**Action item**
Below is a block of records. Copy every line in it that contains the word "observed".

**Exercise data**
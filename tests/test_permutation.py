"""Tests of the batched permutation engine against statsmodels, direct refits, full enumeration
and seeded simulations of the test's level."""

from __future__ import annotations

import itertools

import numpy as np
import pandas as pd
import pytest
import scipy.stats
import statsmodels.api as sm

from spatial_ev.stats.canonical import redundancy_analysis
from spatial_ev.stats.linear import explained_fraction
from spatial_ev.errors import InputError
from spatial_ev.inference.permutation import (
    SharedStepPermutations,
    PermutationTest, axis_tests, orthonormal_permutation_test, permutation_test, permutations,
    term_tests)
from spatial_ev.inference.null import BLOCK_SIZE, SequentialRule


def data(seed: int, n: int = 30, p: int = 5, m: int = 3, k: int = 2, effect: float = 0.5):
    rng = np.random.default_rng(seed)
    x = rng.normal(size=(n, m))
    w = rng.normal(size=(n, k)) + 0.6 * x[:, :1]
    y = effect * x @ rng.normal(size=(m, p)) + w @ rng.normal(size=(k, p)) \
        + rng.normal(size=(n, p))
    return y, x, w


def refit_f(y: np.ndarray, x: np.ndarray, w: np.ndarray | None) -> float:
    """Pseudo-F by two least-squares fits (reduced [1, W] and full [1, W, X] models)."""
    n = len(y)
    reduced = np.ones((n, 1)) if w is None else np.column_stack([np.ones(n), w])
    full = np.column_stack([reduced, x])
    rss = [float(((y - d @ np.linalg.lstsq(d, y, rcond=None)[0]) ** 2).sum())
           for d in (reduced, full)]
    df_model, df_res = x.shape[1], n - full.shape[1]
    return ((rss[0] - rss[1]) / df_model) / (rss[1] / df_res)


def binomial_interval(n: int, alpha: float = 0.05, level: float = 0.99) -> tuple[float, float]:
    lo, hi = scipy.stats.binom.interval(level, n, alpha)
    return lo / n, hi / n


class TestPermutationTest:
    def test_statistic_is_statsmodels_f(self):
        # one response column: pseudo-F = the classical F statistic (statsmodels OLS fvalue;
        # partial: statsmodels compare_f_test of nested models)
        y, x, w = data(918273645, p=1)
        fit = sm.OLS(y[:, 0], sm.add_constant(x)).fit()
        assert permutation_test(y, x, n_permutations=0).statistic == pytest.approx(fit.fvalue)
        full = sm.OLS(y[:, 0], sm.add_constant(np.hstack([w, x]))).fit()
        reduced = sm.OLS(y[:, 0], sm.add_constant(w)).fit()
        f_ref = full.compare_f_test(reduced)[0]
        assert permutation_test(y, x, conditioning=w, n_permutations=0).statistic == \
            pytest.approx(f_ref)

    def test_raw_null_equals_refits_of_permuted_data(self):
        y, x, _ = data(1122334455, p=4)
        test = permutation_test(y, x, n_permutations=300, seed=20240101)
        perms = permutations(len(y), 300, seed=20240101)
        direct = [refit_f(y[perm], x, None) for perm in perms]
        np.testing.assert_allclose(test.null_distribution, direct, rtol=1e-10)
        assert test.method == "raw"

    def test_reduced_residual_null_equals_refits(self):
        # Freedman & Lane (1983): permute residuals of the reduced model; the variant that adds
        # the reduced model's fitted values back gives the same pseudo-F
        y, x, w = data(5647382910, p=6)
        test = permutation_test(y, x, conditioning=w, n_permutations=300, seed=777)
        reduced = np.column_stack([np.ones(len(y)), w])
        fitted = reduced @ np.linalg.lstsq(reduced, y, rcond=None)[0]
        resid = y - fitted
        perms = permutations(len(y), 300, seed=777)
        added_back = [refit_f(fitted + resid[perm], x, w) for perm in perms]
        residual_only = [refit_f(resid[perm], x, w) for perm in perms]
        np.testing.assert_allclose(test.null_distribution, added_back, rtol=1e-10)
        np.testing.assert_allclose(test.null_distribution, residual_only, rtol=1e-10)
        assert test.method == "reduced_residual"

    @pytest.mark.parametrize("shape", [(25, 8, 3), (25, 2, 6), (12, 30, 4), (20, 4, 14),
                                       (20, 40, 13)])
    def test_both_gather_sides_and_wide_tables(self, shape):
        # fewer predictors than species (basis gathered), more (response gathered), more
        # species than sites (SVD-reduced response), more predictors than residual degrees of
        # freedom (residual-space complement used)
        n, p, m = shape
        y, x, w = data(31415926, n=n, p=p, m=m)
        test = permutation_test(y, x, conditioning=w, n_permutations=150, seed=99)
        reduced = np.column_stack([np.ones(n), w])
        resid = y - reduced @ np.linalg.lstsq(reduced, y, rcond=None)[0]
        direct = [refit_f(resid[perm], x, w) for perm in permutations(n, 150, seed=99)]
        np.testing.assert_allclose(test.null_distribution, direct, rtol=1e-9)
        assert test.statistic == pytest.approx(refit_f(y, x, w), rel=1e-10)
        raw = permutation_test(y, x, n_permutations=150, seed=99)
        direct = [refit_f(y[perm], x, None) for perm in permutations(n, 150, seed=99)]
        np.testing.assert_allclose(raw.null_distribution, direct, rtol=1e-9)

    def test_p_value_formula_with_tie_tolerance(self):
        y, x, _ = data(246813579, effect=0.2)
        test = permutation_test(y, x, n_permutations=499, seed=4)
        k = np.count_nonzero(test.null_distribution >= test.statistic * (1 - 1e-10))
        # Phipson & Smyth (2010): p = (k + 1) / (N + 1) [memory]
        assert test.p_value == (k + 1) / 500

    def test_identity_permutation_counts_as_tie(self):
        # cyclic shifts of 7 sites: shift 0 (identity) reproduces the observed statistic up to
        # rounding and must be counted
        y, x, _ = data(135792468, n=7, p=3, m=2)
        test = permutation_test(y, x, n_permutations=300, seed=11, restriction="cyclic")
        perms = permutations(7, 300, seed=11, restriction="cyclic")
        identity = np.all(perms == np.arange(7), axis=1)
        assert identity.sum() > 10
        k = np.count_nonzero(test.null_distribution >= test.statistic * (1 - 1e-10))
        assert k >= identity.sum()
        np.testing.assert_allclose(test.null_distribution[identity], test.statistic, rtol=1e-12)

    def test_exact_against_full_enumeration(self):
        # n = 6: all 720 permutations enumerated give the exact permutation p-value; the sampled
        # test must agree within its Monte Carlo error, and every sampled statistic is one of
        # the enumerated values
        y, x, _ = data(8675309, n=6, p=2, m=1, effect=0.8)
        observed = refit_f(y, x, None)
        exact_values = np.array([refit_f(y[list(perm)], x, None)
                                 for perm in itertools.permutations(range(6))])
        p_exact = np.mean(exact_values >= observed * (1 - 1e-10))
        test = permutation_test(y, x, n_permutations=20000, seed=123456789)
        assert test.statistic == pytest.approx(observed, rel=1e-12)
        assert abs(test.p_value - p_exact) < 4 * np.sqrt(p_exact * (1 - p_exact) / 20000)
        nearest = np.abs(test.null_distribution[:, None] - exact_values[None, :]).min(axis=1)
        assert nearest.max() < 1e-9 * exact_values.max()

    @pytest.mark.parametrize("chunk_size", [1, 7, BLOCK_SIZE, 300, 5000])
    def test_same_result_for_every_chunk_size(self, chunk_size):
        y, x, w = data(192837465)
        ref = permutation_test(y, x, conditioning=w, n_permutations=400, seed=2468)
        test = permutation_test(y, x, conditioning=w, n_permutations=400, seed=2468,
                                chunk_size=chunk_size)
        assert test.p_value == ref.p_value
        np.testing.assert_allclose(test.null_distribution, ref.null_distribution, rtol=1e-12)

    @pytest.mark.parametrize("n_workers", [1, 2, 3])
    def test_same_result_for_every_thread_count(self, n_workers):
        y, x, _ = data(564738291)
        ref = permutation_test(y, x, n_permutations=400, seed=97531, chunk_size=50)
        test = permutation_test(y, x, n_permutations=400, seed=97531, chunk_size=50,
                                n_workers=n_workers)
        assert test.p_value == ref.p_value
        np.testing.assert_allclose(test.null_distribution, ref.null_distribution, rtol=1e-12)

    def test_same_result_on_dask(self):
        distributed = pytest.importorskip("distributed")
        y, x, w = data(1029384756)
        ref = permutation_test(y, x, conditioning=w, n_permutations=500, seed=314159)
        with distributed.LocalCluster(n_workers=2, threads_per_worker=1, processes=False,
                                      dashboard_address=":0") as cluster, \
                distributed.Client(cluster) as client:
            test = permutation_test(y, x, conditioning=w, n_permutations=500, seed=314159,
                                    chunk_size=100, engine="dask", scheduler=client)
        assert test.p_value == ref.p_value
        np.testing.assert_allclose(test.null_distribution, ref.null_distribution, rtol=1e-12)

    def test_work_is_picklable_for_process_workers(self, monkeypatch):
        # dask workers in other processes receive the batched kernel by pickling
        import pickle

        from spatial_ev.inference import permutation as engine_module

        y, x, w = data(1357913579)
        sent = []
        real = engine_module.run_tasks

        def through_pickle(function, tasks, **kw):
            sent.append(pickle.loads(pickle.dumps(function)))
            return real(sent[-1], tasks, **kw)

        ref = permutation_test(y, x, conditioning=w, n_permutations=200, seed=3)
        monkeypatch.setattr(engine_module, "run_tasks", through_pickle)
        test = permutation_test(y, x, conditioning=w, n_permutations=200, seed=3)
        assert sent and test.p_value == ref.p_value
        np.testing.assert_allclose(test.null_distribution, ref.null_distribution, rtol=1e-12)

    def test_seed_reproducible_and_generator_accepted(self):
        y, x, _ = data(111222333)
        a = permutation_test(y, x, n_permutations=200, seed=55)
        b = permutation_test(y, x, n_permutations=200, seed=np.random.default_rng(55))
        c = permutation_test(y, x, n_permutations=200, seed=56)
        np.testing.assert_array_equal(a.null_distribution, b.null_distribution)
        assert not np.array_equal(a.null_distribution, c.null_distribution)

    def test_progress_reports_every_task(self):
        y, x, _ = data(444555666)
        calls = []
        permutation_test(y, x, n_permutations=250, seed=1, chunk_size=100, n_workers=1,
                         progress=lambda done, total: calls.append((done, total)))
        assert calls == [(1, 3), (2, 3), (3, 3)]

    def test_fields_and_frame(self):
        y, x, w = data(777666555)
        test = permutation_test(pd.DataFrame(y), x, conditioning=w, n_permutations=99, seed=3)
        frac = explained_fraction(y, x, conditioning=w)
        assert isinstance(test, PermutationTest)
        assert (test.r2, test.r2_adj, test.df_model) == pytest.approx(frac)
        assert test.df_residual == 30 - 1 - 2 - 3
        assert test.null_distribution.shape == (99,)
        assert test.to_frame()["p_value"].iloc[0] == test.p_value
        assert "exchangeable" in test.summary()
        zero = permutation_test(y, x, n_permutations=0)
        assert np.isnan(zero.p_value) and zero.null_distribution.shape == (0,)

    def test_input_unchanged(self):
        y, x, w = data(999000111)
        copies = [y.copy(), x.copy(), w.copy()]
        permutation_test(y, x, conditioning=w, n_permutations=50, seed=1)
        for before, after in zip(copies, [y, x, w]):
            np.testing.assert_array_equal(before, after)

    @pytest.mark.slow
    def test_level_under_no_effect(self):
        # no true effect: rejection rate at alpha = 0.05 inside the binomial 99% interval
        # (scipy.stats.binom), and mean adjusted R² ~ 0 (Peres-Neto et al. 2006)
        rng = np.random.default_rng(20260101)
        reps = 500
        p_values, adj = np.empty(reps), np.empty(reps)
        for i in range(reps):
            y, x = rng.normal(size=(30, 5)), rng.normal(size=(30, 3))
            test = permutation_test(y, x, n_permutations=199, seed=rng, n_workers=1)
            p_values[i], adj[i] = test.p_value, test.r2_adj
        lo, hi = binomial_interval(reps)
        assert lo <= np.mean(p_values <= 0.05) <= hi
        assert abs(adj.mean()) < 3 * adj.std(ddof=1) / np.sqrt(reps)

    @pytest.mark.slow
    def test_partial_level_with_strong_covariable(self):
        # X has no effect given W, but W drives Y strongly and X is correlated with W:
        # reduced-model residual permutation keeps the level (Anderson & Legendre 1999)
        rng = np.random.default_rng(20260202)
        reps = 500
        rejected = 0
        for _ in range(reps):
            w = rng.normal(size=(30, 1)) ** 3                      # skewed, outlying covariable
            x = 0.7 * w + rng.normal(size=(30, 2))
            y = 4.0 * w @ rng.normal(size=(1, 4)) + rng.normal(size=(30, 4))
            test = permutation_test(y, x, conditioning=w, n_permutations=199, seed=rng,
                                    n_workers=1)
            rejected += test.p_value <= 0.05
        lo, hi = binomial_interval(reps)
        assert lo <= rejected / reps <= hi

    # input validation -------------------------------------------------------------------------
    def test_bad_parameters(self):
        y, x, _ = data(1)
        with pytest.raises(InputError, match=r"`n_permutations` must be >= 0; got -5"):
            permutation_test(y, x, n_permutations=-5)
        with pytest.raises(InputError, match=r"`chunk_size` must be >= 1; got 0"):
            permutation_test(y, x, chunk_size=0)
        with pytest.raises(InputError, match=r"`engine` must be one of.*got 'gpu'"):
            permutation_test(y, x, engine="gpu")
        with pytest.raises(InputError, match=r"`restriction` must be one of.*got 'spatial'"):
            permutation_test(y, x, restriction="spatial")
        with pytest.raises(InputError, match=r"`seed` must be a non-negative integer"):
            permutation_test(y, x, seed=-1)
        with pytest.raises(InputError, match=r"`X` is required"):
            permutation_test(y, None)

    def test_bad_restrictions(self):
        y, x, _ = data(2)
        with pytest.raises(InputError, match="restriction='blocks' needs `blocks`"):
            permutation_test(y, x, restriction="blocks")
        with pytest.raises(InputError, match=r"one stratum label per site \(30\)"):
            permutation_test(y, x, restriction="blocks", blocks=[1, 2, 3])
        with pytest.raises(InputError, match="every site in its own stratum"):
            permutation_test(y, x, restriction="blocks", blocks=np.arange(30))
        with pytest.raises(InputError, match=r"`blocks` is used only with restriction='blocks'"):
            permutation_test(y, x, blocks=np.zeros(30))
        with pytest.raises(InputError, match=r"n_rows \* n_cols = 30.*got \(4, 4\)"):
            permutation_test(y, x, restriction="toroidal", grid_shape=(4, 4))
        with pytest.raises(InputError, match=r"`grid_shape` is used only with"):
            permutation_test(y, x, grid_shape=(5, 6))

**Task output**
        # cyclic shifts of 7 sites: shift 0 (identity) reproduces the observed statistic up to
        observed = refit_f(y, x, None)
        p_exact = np.mean(exact_values >= observed * (1 - 1e-10))
        assert test.statistic == pytest.approx(observed, rel=1e-12)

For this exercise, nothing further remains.